A new, directly elected Mayor of Greater Manchester will receive the following powers:
- control of a £300 million Housing Investment Fund
- powers over strategic planning, including the power to create a statutory spatial framework for Greater Manchester. This will need to be approved by a unanimous vote of the Mayor’s Cabinet
- responsibility for a devolved and consolidated transport budget, with a multi-year settlement to be agreed at the next Spending Review, and responsibility for franchised bus services (subject to consultation by Greater Manchester), and for integrated smart ticketing across all local modes of transport
- control of a reformed earn back deal, within the current envelope of £30 million a year for 30 years – this gives Greater Manchester the certainty they need to extend the Metrolink to Trafford Park
- take on the role currently covered by the Police and Crime Commissioner
The Greater Manchester Combined Authority will receive the following powers:
- responsibility for securing integrated business support services, including through the Growth Accelerator, Manufacturing Advice Service and UK Trade and Investment (UKTI) Export Advice
- control of the Apprenticeship Grant for Employers in Greater Manchester and power to re-shape and re-structure the Further Education (FE) provision within Greater Manchester
- control of an expanded Working Well pilot, with central government funding linked to good performance up to a fixed DEL limit in return for risk sharing
- opportunity to be a joint commissioner with Department for Work and Pensions (DWP) for the next phase of the Work Programme
- the GMCA and Greater Manchester Clinical Commissioning Groups will be invited to develop a business plan for the integration of health and social care across Greater Manchester, based on control of existing health and social care budgets
The Mayor for Greater Manchester will differ from current mayoralties in that the powers are greater and control extends over more than one local authority area.

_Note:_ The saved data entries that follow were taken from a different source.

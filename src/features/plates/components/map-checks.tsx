// The map's checks, recomputed as the map changes (shared/plate-map checkPlateMap, the same
// function the server runs). Clicking a check selects and outlines its wells.
import type { MapCheck } from '@shared/plate-map/checks';

export type MapChecksProps = {
  checks: MapCheck[];
  activeCode: string | null;
  onPick: (check: MapCheck, key: string) => void;
};

const marks = {
  error: { text: '✕', className: 'bg-danger-600 text-white', label: 'Problem' },
  warning: { text: '!', className: 'bg-warn-600 text-white', label: 'Warning' },
  info: { text: 'i', className: 'bg-line-strong text-ink', label: 'Note' },
} as const;

export function MapChecks({ checks, activeCode, onPick }: MapChecksProps) {
  const problems = checks.filter((c) => c.level !== 'info').length;
  return (
    <section aria-labelledby="checks-title" className="rounded border border-line bg-surface p-3">
      <h2 id="checks-title" className="flex items-baseline justify-between text-base">
        Checks
        <span className="text-sm font-normal text-ink-muted" role="status">
          {problems === 0 ? 'No problems' : `${problems} to look at`}
        </span>
      </h2>
      <ul className="mt-2 max-h-72 space-y-1 overflow-auto" aria-label="Map checks">
        {checks.map((check, i) => {
          const mark = marks[check.level];
          const key = `${check.code}-${i}`;
          return (
            <li key={key}>
              <button
                type="button"
                disabled={check.wells.length === 0}
                onClick={() => onPick(check, key)}
                aria-pressed={activeCode === key}
                data-check={check.code}
                className={`flex w-full items-start gap-2 rounded px-1.5 py-1 text-left enabled:hover:bg-canvas ${activeCode === key ? 'bg-warn-50 ring-1 ring-warn-200' : ''}`}
              >
                <span
                  aria-label={mark.label}
                  className={`mt-0.5 inline-flex size-4 shrink-0 items-center justify-center rounded-full text-[10px] font-bold ${mark.className}`}
                >
                  {mark.text}
                </span>
                <span className="flex-1">{check.message}</span>
                {check.wells.length > 0 && (
                  <span className="text-sm text-ink-muted tabular-nums">{check.wells.length}</span>
                )}
              </button>
            </li>
          );
        })}
        {checks.length === 0 && (
          <li className="px-1.5 py-1 text-ink-muted">Every well has a role; nothing to report.</li>
        )}
      </ul>
    </section>
  );
}
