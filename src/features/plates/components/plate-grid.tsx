// The plate as a grid (rows A–H or A–P × columns 1–12 or 1–24). The wells are drawn on one
// canvas (utils/draw-plate.ts) so that painting 384 wells stays well under a frame budget; over it
// lies a layer of empty, memoised cells that carry the grid's meaning for assistive technology
// (role, name, selected) and receive the pointer. Pointer events are handled once, on the grid,
// from their position; the keyboard stays on the grid, with aria-activedescendant naming the
// well at the cursor. Copy, cut and paste are the browser's own events while the grid has focus.
import { memo, useEffect, useId, useLayoutEffect, useRef, useState, type KeyboardEvent } from 'react';
import { plateDimensions, type PlateFormat } from '@shared/plate/geometry';
import type { PlateMap, WellAssignment } from '@shared/plate-map/schema';
import { clearWellSprites, drawPlate, type GridGeometry } from '../utils/draw-plate';
import { cellName, type Cell } from '../utils/grid';
import { wellRoleLabels } from '../utils/roles';

export type GridHit =
  | { kind: 'cell'; cell: Cell }
  | { kind: 'row'; row: number }
  | { kind: 'column'; column: number }
  | { kind: 'corner' };

export type PlateGridProps = {
  format: PlateFormat;
  map: PlateMap;
  selected: ReadonlySet<string>;
  cursor: Cell;
  highlighted: ReadonlySet<string>;
  tags: Record<string, string>;
  variantNames: Record<string, string>;
  label: string;
  onPointerStart: (hit: GridHit, extend: boolean) => void;
  onPointerDrag: (cell: Cell) => void;
  onPointerEnd: () => void;
  onKeyDown: (event: KeyboardEvent<HTMLDivElement>) => void;
  onCopy?: (event: ClipboardEvent) => void;
  onCut?: (event: ClipboardEvent) => void;
  onPaste?: (event: ClipboardEvent) => void;
};

export const gridGeometry = (format: PlateFormat): GridGeometry => {
  const { rows, columns } = plateDimensions(format);
  const compact = format === 384;
  const cw = compact ? 27 : 54;
  const ch = compact ? 24 : 46;
  const left = 24;
  const top = 18;
  return {
    rows,
    columns,
    compact,
    cw,
    ch,
    left,
    top,
    width: left + columns * cw + 1,
    height: top + rows * ch + 1,
  };
};

export function describeWell(
  name: string,
  well: WellAssignment | undefined,
  variantName: string | null,
): string {
  if (!well) return `${name}, no role`;
  const parts = [name, wellRoleLabels[well.role]];
  if (variantName) parts.push(variantName);
  if (well.pH != null) parts.push(`pH ${well.pH}`);
  if (well.buffer) parts.push(well.buffer);
  if (well.replicate != null) parts.push(`replicate ${well.replicate}`);
  if (well.concentrationUm != null) parts.push(`${well.concentrationUm} µM`);
  return parts.join(', ');
}

type CellTargetProps = {
  id: string;
  name: string;
  label: string;
  selected: boolean;
  x: number;
  y: number;
  w: number;
  h: number;
};

/** An empty box over a drawn well: its name and state for screen readers and tests. */
const CellTarget = memo(function CellTarget({ id, name, label, selected, x, y, w, h }: CellTargetProps) {
  return (
    <div
      role="gridcell"
      id={id}
      data-well={name}
      aria-label={label}
      aria-selected={selected}
      style={{ position: 'absolute', left: x, top: y, width: w, height: h }}
    />
  );
});

export function PlateGrid(props: PlateGridProps) {
  const { format, map, selected, cursor, highlighted, tags, variantNames, onCopy, onCut, onPaste } = props;
  const g = gridGeometry(format);
  const idBase = useId();
  const gridRef = useRef<HTMLDivElement>(null);
  const canvasRef = useRef<HTMLCanvasElement>(null);
  const dragging = useRef<string | null>(null);
  const [hover, setHover] = useState<string | null>(null);
  const [focused, setFocused] = useState(false);
  const [scale] = useState(() => Math.max(1, Math.min(3, window.devicePixelRatio || 1)));
  const wellId = (name: string) => `${idBase}-${name}`;

  const [, setFontsReady] = useState(false);
  useEffect(() => {
    let live = true;
    void document.fonts?.ready.then(() => {
      if (!live) return;
      clearWellSprites();
      setFontsReady(true);
    });
    return () => {
      live = false;
    };
  }, []);

  useLayoutEffect(() => {
    const ctx = canvasRef.current?.getContext('2d');
    if (ctx) drawPlate(ctx, g, { map, selected, highlighted, cursor, tags, focused }, scale);
  });

  // Clipboard events go to the document (the grid is not editable); act while the grid has focus.
  const clipboard = useRef({ onCopy, onCut, onPaste });
  clipboard.current = { onCopy, onCut, onPaste };
  useEffect(() => {
    const mine = (kind: 'onCopy' | 'onCut' | 'onPaste') => (e: ClipboardEvent) => {
      if (document.activeElement === gridRef.current) clipboard.current[kind]?.(e);
    };
    const listeners = [
      ['copy', mine('onCopy')],
      ['cut', mine('onCut')],
      ['paste', mine('onPaste')],
    ] as const;
    for (const [type, listener] of listeners) document.addEventListener(type, listener);
    return () => {
      for (const [type, listener] of listeners) document.removeEventListener(type, listener);
    };
  }, []);

  const hitAt = (clientX: number, clientY: number): GridHit | null => {
    const box = gridRef.current?.getBoundingClientRect();
    if (!box) return null;
    const x = clientX - box.left;
    const y = clientY - box.top;
    const column = Math.floor((x - g.left) / g.cw);
    const row = Math.floor((y - g.top) / g.ch);
    const inColumns = column >= 0 && column < g.columns;
    const inRows = row >= 0 && row < g.rows;
    if (x < g.left && y < g.top) return { kind: 'corner' };
    if (x < g.left) return inRows ? { kind: 'row', row } : null;
    if (y < g.top) return inColumns ? { kind: 'column', column } : null;
    return inRows && inColumns ? { kind: 'cell', cell: { row, column } } : null;
  };

  const rows = [];
  for (let row = 0; row < g.rows; row++) {
    const cells = [];
    for (let column = 0; column < g.columns; column++) {
      const name = cellName({ row, column });
      const well = map.wells[name];
      const variantName = well?.variantId
        ? (variantNames[well.variantId] ?? 'a variant not in this study')
        : null;
      cells.push(
        <CellTarget
          key={name}
          id={wellId(name)}
          name={name}
          label={describeWell(name, well, variantName)}
          selected={selected.has(name)}
          x={g.left + column * g.cw}
          y={g.top + row * g.ch}
          w={g.cw}
          h={g.ch}
        />,
      );
    }
    rows.push(
      <div role="row" key={row} className="contents">
        {cells}
      </div>,
    );
  }

  const hovered = hover ? map.wells[hover] : undefined;
  return (
    <div>
      <div
        ref={gridRef}
        role="grid"
        aria-label={props.label}
        aria-multiselectable="true"
        aria-rowcount={g.rows}
        aria-colcount={g.columns}
        aria-activedescendant={wellId(cellName(cursor))}
        tabIndex={0}
        className="relative cursor-cell touch-none rounded outline-offset-4 select-none"
        // A fixed-size box: style and layout changes inside it never reach the rest of the page.
        style={{ width: g.width, height: g.height, contain: 'strict' }}
        onKeyDown={props.onKeyDown}
        onFocus={() => setFocused(true)}
        onBlur={() => setFocused(false)}
        onPointerDown={(e) => {
          if (e.button !== 0) return;
          const hit = hitAt(e.clientX, e.clientY);
          if (!hit) return;
          e.currentTarget.focus();
          e.currentTarget.setPointerCapture(e.pointerId);
          dragging.current = hit.kind === 'cell' ? cellName(hit.cell) : '';
          props.onPointerStart(hit, e.shiftKey);
          e.preventDefault();
        }}
        onPointerMove={(e) => {
          const hit = hitAt(e.clientX, e.clientY);
          const name = hit?.kind === 'cell' ? cellName(hit.cell) : null;
          if (name !== hover) setHover(name);
          if (dragging.current && name && name !== dragging.current) {
            dragging.current = name;
            props.onPointerDrag((hit as { cell: Cell }).cell);
          }
        }}
        onPointerUp={() => {
          if (dragging.current === null) return;
          dragging.current = null;
          props.onPointerEnd();
        }}
        onPointerLeave={() => setHover(null)}
      >
        <canvas
          ref={canvasRef}
          aria-hidden="true"
          width={Math.round(g.width * scale)}
          height={Math.round(g.height * scale)}
          className="absolute inset-0"
          // Its own layer: redrawing the wells repaints nothing else.
          style={{ width: g.width, height: g.height, willChange: 'transform' }}
        />
        {rows}
      </div>
      <p className="mt-1 h-5 truncate text-sm text-ink-muted" aria-hidden="true">
        {hover
          ? describeWell(
              hover,
              hovered,
              hovered?.variantId ? (variantNames[hovered.variantId] ?? null) : null,
            )
          : 'Drag to select a rectangle; click a row letter or column number to select it whole.'}
      </p>
    </div>
  );
}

The government will now prepare legislation to enable these changes with the potential for the Mayoral election to take place in 2017.
The plans are the latest in a series of initiatives to build the Northern Powerhouse:
Last week, the Chancellor announced plans to develop HS3, a new high speed rail link designed to address the poor east-west transport links in the North.
In August, the Chancellor announced ambitious plans for a potential major new National Institute for Materials Research and Innovation in the north of England and a £60 million Graphene Engineering Innovation Centre (GEIC) in Manchester. Both projects will capitalise on the North’s expertise in cutting edge materials research and development and give the North a global head start in this fast expanding industry.